Extracted records:
------------------------------------------------------------

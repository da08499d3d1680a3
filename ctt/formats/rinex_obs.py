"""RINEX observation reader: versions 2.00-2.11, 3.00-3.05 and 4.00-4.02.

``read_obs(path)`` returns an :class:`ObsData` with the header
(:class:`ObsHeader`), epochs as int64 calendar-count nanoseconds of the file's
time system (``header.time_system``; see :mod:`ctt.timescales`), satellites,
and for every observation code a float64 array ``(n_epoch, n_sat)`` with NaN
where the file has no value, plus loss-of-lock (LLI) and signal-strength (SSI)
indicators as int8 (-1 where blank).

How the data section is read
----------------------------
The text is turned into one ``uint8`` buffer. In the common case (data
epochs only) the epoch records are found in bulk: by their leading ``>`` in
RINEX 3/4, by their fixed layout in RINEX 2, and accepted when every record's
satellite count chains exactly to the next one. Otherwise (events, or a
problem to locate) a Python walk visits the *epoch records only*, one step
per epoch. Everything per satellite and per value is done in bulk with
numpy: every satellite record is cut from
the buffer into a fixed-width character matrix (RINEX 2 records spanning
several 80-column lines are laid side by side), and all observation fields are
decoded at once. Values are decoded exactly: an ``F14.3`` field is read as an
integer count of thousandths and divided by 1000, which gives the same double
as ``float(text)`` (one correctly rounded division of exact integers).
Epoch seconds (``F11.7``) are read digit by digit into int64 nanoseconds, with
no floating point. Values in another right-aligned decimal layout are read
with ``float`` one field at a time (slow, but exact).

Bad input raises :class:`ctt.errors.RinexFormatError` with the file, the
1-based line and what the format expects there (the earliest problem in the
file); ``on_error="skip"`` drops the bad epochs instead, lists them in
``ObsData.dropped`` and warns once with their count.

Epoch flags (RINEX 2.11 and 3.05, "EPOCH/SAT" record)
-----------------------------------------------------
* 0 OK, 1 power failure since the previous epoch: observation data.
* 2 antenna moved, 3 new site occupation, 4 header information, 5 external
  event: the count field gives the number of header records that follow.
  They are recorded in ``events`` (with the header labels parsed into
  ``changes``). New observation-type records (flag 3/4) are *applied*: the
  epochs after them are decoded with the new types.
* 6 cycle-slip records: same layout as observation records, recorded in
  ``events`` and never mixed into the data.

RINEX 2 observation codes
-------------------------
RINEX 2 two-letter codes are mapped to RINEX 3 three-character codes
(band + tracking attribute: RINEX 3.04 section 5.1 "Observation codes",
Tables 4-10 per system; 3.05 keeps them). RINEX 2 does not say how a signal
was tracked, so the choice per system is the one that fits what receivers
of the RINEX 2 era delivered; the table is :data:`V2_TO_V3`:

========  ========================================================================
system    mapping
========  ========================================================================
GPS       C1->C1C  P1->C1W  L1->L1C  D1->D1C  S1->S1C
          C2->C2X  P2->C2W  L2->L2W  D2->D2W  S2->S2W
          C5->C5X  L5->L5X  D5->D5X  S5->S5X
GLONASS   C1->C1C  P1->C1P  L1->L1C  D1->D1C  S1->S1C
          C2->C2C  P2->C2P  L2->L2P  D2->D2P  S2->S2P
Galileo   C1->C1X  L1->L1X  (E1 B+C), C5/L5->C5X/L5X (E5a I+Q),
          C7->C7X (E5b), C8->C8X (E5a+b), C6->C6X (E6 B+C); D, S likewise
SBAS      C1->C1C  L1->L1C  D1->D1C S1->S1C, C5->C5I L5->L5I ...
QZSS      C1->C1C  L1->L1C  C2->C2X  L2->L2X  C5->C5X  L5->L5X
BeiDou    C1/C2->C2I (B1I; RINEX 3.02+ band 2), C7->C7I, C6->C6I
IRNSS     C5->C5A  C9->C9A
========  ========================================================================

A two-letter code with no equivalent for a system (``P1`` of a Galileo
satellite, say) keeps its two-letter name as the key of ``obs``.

------------------------------------------------------------

#### What you have to do:
Work through the records line by line and tally those with the word "layout". Report only the total.

#### Result of the exercise:
3